In summary, the project structure look as follows:
dodfminer
├── __version__.py
├── cli.py
├── downloader
│ └── core.py
├── extract
│ ├── polished
│ │ ├── acts
│ │ │ ├── abono.py
│ │ │ ├── aposentadoria.py
│ │ │ ├── base.py
│ │ │ ├── cessoes.py
│ │ │ ├── exoneracao.py
│ │ │ ├── models/
│ │ │ ├── nomeacao.py
│ │ │ ├── reversoes.py
│ │ │ ├── sem_efeito_aposentadoria.py
│ │ │ └── substituicao.py
│ │ ├── backend
│ │ │ ├── ner.py
│ │ │ └── regex.py
│ │ ├── core.py
│ │ └── helper.py
│ └── pure
│ ├── core.py
│ └── utils
│ ├── box_extractor.py
│ ├── title_extractor.py
│ └── title_filter.py
└── run.py
Technologies¶
Following are some of the most essencial tecnologies used with the DODFMiner application
MuPDF
MuPDF is a free and open-source software framework written in C that implements a PDF, XPS, and EPUB parsing and rendering engine. It is used primarily to render pages into bitmaps, but also provides support for other operations such as searching and listing the table of contents and hyperlinks
BeautifulSoup
Beautiful Soup is a Python package for parsing HTML and XML documents. It creates a parse tree for parsed pages that can be used to extract data from HTML, which is useful for web scraping
Pandas
Pandas is a software library written for the Python programming language for data manipulation and analysis. In particular, it offers data structures and operations for manipulating numerical tables and time series. It is free software released under the three-clause BSD license
-
Website where all of the DODFs are downloaded from.
Goals and Constraints¶
Non-functional Requirements¶
Be a library avaiable by pip on The Python Package Index (PyPI)

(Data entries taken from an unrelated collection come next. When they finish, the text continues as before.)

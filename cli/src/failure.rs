//! A failed command with its exit code: 2 for bad input, 1 for a failed run (a write error too), 130 for Ctrl-C or SIGTERM.

use layflow_models::results::ResultsError;
use layflow_models::study::StudyError;

/// A failure with its exit code.
pub struct Failure {
    /// The process exit code.
    pub code: u8,
    message: String,
    /// Say nothing: a reader closed the pipe (`layflow ... | head`), which is no error to report.
    pub quiet: bool,
}

impl Failure {
    /// Bad input: the scenario or an argument.
    pub fn input(message: impl Into<String>) -> Failure {
        Failure { code: 2, message: message.into(), quiet: false }
    }
    /// The run itself failed.
    pub fn run(message: impl Into<String>) -> Failure {
        Failure { code: 1, message: message.into(), quiet: false }
    }
    /// Stopped by Ctrl-C or SIGTERM: 130, the shell's code for an interrupt.
    pub fn interrupted(message: impl Into<String>) -> Failure {
        Failure { code: crate::signals::STOPPED, message: message.into(), quiet: false }
    }
    /// Stdout could not be written: exit 1 with the reason, except for a
    /// closed pipe, which leaves quietly with 141 (128 + SIGPIPE, what a shell
    /// reports for a process the pipe closed, and what layflow always gave).
    pub fn output(e: std::io::Error) -> Failure {
        if e.kind() == std::io::ErrorKind::BrokenPipe {
            return Failure { code: 141, message: String::new(), quiet: true };
        }
        Failure::run(format!("could not write the output (stdout): {e}"))
    }
    /// The same failure with `more` added to its message (e.g. where the results are safe).
    pub fn and(mut self, more: &str) -> Failure {
        if !self.quiet {
            self.message.push_str(more);
        }
        self
    }
    /// The message shown to the user.
    pub fn message(&self) -> &str {
        &self.message
    }
}

impl From<StudyError> for Failure {
    fn from(e: StudyError) -> Failure {
        match e {
            StudyError::Input(m) => Failure::input(m),
            StudyError::Run(m) => Failure::run(m),
        }
    }
}

impl From<ResultsError> for Failure {
    fn from(e: ResultsError) -> Failure {
        match e {
            ResultsError::Input(m) => Failure::input(m),
            ResultsError::Write(m) => Failure::run(m),
        }
    }
}
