//! What every command resolves before it runs: scenario, layouts, horizon, warm-up, replications, seed, threads, demand.
//!
//! Raw flags become checked values here, once, over the scenario's `run:`
//! settings, so every command reads the same numbers the same way.

use std::path::Path;

use clap::{Args, ValueEnum};
use layflow_models::limits;
use layflow_models::plant::Plant;
use layflow_models::study::warmup::{choose, WarmupChoice, PILOT_REPLICATIONS};
use layflow_models::suggest::did_you_mean;
use layflow_models::text::num;
use layflow_models::timebuckets::{By, Grid};
use layflow_models::units::{format_duration, parse_duration};

use crate::failure::Failure;
use crate::output::note;

/// Output format shared by the commands.
#[derive(Clone, Copy, Debug, PartialEq, Eq, ValueEnum)]
pub enum Format {
    /// Aligned tables for people.
    Table,
    /// JSON for programs.
    Json,
}

/// Run settings shared by the commands that simulate; each overrides the scenario's `run:` value.
#[derive(Args, Debug, Clone)]
pub struct SimOptions {
    /// Replications (overrides run.replications).
    #[arg(long, value_name = "N")]
    pub replications: Option<u32>,
    /// Base seed of every random stream (overrides run.seed).
    #[arg(long, value_name = "S")]
    pub seed: Option<u64>,
    /// Simulated time per replication, warm-up included, e.g. "30 d" (overrides run.horizon).
    #[arg(long, value_name = "DURATION")]
    pub horizon: Option<String>,
    /// Statistics are cleared at this time, e.g. "2 d", or "auto" to choose it with MSER-5
    /// from pilot runs (overrides run.warmup).
    #[arg(long, value_name = "DURATION|auto")]
    pub warmup: Option<String>,
    /// Worker threads for replications (default: every core). Results do not depend on it.
    #[arg(long, value_name = "K")]
    pub threads: Option<usize>,
    /// No progress bar.
    #[arg(long, short)]
    pub quiet: bool,
    /// Leave the wall-clock time out of the JSON, so that the same seed gives byte-identical output.
    #[arg(long)]
    pub no_wall_clock: bool,
    /// Run an overloaded plant anyway: a replication whose WIP reaches the overload limit turns
    /// arriving lots away (counted and reported) instead of stopping the run (docs/overload.md).
    #[arg(long)]
    pub allow_overload: bool,
    /// Also report every metric per time bucket: hour-of-day, shift, shift=ID (a department or
    /// fleet with a calendar), day-of-week, day, or period=DURATION, e.g. "period=8 h"
    /// (docs/results-over-time.md).
    #[arg(long, value_name = "BUCKETS", value_parser = By::parse)]
    pub by: Option<By>,
}

/// Load a scenario, turning its error into a bad-input failure.
pub fn load(path: &Path) -> Result<Plant, Failure> {
    layflow_models::load_scenario(path).map_err(|e| Failure::input(e.to_string()))
}

/// For the simulating commands: a scenario's `measured_from_to` is not what they
/// simulate, as `check --from-to` says of the flag.
pub fn note_measured_not_simulated(path: &Path) {
    if let Some(m) = layflow_models::measured_source(path) {
        crate::output::note!(
            "note: the scenario's measured_from_to ({}) sets check's and search's load-distance only; this \
             command simulates the routings",
            m.path.display()
        );
    }
}

/// What `--allow-overload` does to the numbers, said loudly on stderr.
pub const OVERLOAD_WARNING: &str = "WARNING: --allow-overload: a replication whose WIP reaches the overload limit \
     turns arriving lots away at the dock instead of stopping; they are counted as turned-away lots, and numbers \
     from a capped run describe a plant that turns work away (docs/overload.md).";

/// Apply `--allow-overload` to a plant about to be simulated, with the warning when set.
pub fn allow_overload(plant: &mut Plant, allow: bool) {
    plant.run.allow_overload = allow;
    if allow {
        note!("{OVERLOAD_WARNING}");
    }
}

/// A duration flag's value in seconds (never negative), or `default` when absent.
pub fn duration_arg(flag: &str, v: &Option<String>, default: f64) -> Result<f64, Failure> {
    match v {
        None => Ok(default),
        Some(text) => {
            parse_duration(text).map_err(|e| Failure::input(format!("{flag} {text:?}: {e}"))).and_then(|s| {
                if s >= 0.0 {
                    Ok(s)
                } else {
                    Err(Failure::input(format!("{flag} {text:?}: must not be negative")))
                }
            })
        }
    }
}

/// Resolve layout names (default: all), with a did-you-mean on a miss.
pub fn layouts(plant: &Plant, names: &[String]) -> Result<Vec<usize>, Failure> {
    if names.is_empty() {
        return Ok((0..plant.layouts.len()).collect());
    }
    names.iter().map(|n| layout(plant, n)).collect()
}

/// One layout by name, with a did-you-mean on a miss.
pub fn layout(plant: &Plant, name: &str) -> Result<usize, Failure> {
    plant.layout_index(name).ok_or_else(|| {
        let known = || plant.layouts.iter().map(|l| l.name.as_str());
        Failure::input(format!(
            "--layout {name:?}: no such layout{}; the scenario has: {}",
            did_you_mean(name, known()),
            known().collect::<Vec<_>>().join(", ")
        ))
    })
}

/// Reads a `--demand` value: a number (`1.2`) or a percentage (`120%`).
pub fn parse_demand(text: &str) -> Result<f64, String> {
    let f = layflow_models::scenario::parse_factor(text).map_err(|_| {
        format!("\"{text}\" is not a demand factor; write a number or a percentage, e.g. 1.2 or 120%")
    })?;
    limits::check_at_most("the demand factor", f, limits::MAX_FACTOR, limits::RATE_WHY)?;
    Ok(f)
}

/// Reads a share such as `--efficiency`: a number (`0.85`) or a percentage (`85%`).
pub fn parse_share(text: &str) -> Result<f64, String> {
    layflow_models::scenario::parse_factor(text)
        .map_err(|_| format!("\"{text}\" is not a share; write a number or a percentage, e.g. 0.85 or 85%"))
}

/// The demand factor to use: the command line's, else the scenario's.
pub fn demand_factor(plant: &Plant, arg: Option<f64>) -> Result<f64, Failure> {
    match arg {
        None => Ok(plant.demand_factor),
        Some(f) if f > 0.0 && f.is_finite() => Ok(f),
        Some(f) => Err(Failure::input(format!(
            "--demand {f}: the demand factor must be a positive number, e.g. 1.2"
        ))),
    }
}

/// Checks a number of replications given as `flag` against the ceiling.
pub fn replications_ceiling(flag: &str, n: u64) -> Result<(), Failure> {
    limits::check_count("replications", n, u64::from(limits::MAX_REPLICATIONS), limits::MAX_REPLICATIONS_WHY)
        .map_err(|m| Failure::input(format!("{flag} {n}: {m}")))
}

/// A pool of `--threads` workers (default: every core) for the replications.
pub fn pool(arg: Option<usize>) -> Result<rayon::ThreadPool, Failure> {
    let threads = match arg {
        Some(0) => return Err(Failure::input("--threads must be at least 1")),
        Some(k) if k > limits::MAX_THREADS => {
            return Err(Failure::input(format!(
                "--threads {k}: more than the ceiling of {} worker threads; results do not depend on it, \
                 and more threads than cores only wait",
                limits::MAX_THREADS
            )))
        }
        Some(k) => k,
        None => std::thread::available_parallelism().map_or(1, usize::from),
    };
    rayon::ThreadPoolBuilder::new()
        .num_threads(threads)
        .build()
        .map_err(|e| Failure::run(format!("cannot start {threads} worker threads: {e}")))
}

/// The run settings of a simulating command, checked.
pub struct Settings {
    /// Simulated time per replication, warm-up included, s.
    pub horizon_s: f64,
    /// Replications (at least 1).
    pub replications: u32,
    /// Base seed.
    pub seed: u64,
    /// The worker pool.
    pub pool: rayon::ThreadPool,
    /// No progress output.
    pub quiet: bool,
    /// Keep the wall-clock time out of JSON.
    pub no_wall_clock: bool,
}

impl SimOptions {
    /// Load the scenario to simulate, with `--allow-overload` applied.
    pub fn load(&self, path: &Path) -> Result<Plant, Failure> {
        let mut plant = load(path)?;
        allow_overload(&mut plant, self.allow_overload);
        Ok(plant)
    }

    /// `--horizon`, `--replications`, `--seed` and `--threads`, checked, over the scenario's values.
    pub fn resolve(&self, plant: &Plant) -> Result<Settings, Failure> {
        let horizon_s = duration_arg("--horizon", &self.horizon, plant.run.horizon_s)?;
        let replications = self.replications.unwrap_or(plant.run.replications);
        if replications == 0 {
            return Err(Failure::input("--replications must be at least 1"));
        }
        replications_ceiling("--replications", u64::from(replications))?;
        // Bad buckets (a shift with no calendar, a period longer than the
        // run) fail here, before any pilot run; `grid` checks again against
        // the window once the warm-up is known.
        if let Some(by) = &self.by {
            let warmup_s = match self.warmup.as_deref().map(str::trim) {
                Some("auto") => 0.0,
                _ => duration_arg("--warmup", &self.warmup, plant.run.warmup_s)?,
            };
            if warmup_s < horizon_s {
                Grid::new(by, plant, warmup_s, horizon_s).map_err(Failure::input)?;
            }
        }
        Ok(Settings {
            horizon_s,
            replications,
            seed: self.seed.unwrap_or(plant.run.seed),
            pool: pool(self.threads)?,
            quiet: self.quiet,
            no_wall_clock: self.no_wall_clock,
        })
    }

    /// The time buckets of `--by` for the window [`warmup_s`, `horizon_s`], if asked for.
    pub fn grid(&self, plant: &Plant, warmup_s: f64, horizon_s: f64) -> Result<Option<Grid>, Failure> {
        self.by
            .as_ref()
            .map(|by| Grid::new(by, plant, warmup_s, horizon_s).map_err(Failure::input))
            .transpose()
    }

    /// Checks that one replication of the resolved horizon at `demand_factor`
    /// draws no more lots than the ceiling (the scenario's own values were
    /// checked when it loaded; the command line may raise either).
    pub fn check_lots(&self, s: &Settings, plant: &Plant, demand_factor: f64) -> Result<(), Failure> {
        let lots = plant.lots_bound(s.horizon_s, demand_factor);
        limits::check_lots(lots, &format_duration(s.horizon_s), demand_factor)
            .map_err(|m| Failure::input(format!("--horizon and --demand: {m}")))
    }

    /// The warm-up in seconds from `--warmup` (a duration, or `auto`), else the
    /// scenario's; with `auto`, also what MSER-5 chose from pilots of `layouts`
    /// at `demand_factor`. Checked to be shorter than the horizon.
    pub fn warmup(
        &self,
        s: &Settings,
        plant: &Plant,
        layouts: &[usize],
        demand_factor: f64,
    ) -> Result<(f64, Option<WarmupChoice>), Failure> {
        self.check_lots(s, plant, demand_factor)?;
        let (warmup_s, choice) = if self.warmup.as_deref().map(str::trim) != Some("auto") {
            (duration_arg("--warmup", &self.warmup, plant.run.warmup_s)?, None)
        } else {
            if !s.quiet {
                note!(
                    "choosing the warm-up: MSER-5 on {PILOT_REPLICATIONS} pilot replications per layout at demand ×{}",
                    num(demand_factor)
                );
            }
            let choice = s
                .pool
                .install(|| choose(plant, layouts, s.horizon_s, demand_factor, s.seed))
                .ok_or_else(|| Failure::input("--warmup auto: the horizon is too short for MSER-5"))?;
            if let Some(w) = choice.warning() {
                note!("{w}");
            }
            (choice.warmup_s, Some(choice))
        };
        if !(s.horizon_s > warmup_s) {
            return Err(Failure::input(format!(
                "the horizon ({}) must be longer than the warm-up ({})",
                format_duration(s.horizon_s),
                format_duration(warmup_s)
            )));
        }
        Ok((warmup_s, choice))
    }
}

#[cfg(test)]
mod tests {
    use clap::Parser;

    use super::parse_demand;
    use crate::{Cli, Command};

    #[test]
    fn demand_takes_a_number_or_a_percentage() {
        assert_eq!(parse_demand("1.2"), Ok(1.2));
        assert_eq!(parse_demand("120%"), Ok(1.2));
        assert_eq!(parse_demand("80 %"), Ok(0.8));
        let e = parse_demand("12x").unwrap_err();
        assert_eq!(e, "\"12x\" is not a demand factor; write a number or a percentage, e.g. 1.2 or 120%");
    }

    /// The flag as a user types it, through clap, on every command that takes it.
    #[test]
    fn every_command_reads_a_percentage() {
        let parse = |args: &[&str]| Cli::try_parse_from(["layflow"].iter().chain(args)).map(|c| c.command);
        match parse(&["compare", "s.yaml", "--demand", "0.8,120%"]).unwrap() {
            Command::Compare(a) => assert_eq!(a.demand, [0.8, 1.2]),
            other => panic!("{other:?}"),
        }
        for cmd in
            [&["run"][..], &["fleet", "--sizes", "1,2"], &["search"], &["draw", "--out", "p.svg"], &["check"]]
        {
            let args: Vec<&str> = cmd.iter().copied().chain(["s.yaml", "--demand", "120%"]).collect();
            let demand = match parse(&args).unwrap() {
                Command::Run(a) => a.demand,
                Command::Fleet(a) => a.demand,
                Command::Search(a) => a.demand,
                Command::Draw(a) => a.demand,
                Command::Check(a) => a.demand,
                other => panic!("{other:?}"),
            };
            assert_eq!(demand, Some(1.2), "{cmd:?}");
        }
        match parse(&["fleet", "s.yaml", "--sizes", "1,2", "--efficiency", "85%"]).unwrap() {
            Command::Fleet(a) => assert_eq!(a.efficiency, Some(0.85)),
            other => panic!("{other:?}"),
        }
        let e = parse(&["run", "s.yaml", "--demand", "lots"]).unwrap_err().to_string();
        assert!(e.contains("write a number or a percentage"), "{e}");
        assert!(!e.contains("float"), "{e}");
    }
}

Work as a standalone command line application, installed globally without needing file execution
Support continuous deployment and continuous integration
The DODFMiner should be able to:
Download DODFs from the website
Extract pdf files to .txt and .json formats
Extract images and tables from the DODF
Extract DODF’s Acts and its proprieties to a dataframe or other desirable format
General Constraints¶
Have tested support for Mac and Linux users.
Have a docker installation method
Be open-source
Don’t use a database library
Tecnological Constraints¶
Python: Language used for development
MuPDF: Tool used for PDF extraction
BeautifulSoup: Library used for webscraping
Pandas: Library used for data handling and cration of dataframes
DODF Website: Website in which the DODFs are downloaded from
Logical View¶
Overview¶
DODFMiner is a library and CLI application made with the Python language, using MuPDF, BeautifulSoup, Pandas, and many others python libraries. The purpose of DODFMiner is to be an library and tool to fullfil the hole process of extraction of a official diary from federal district in Brazil.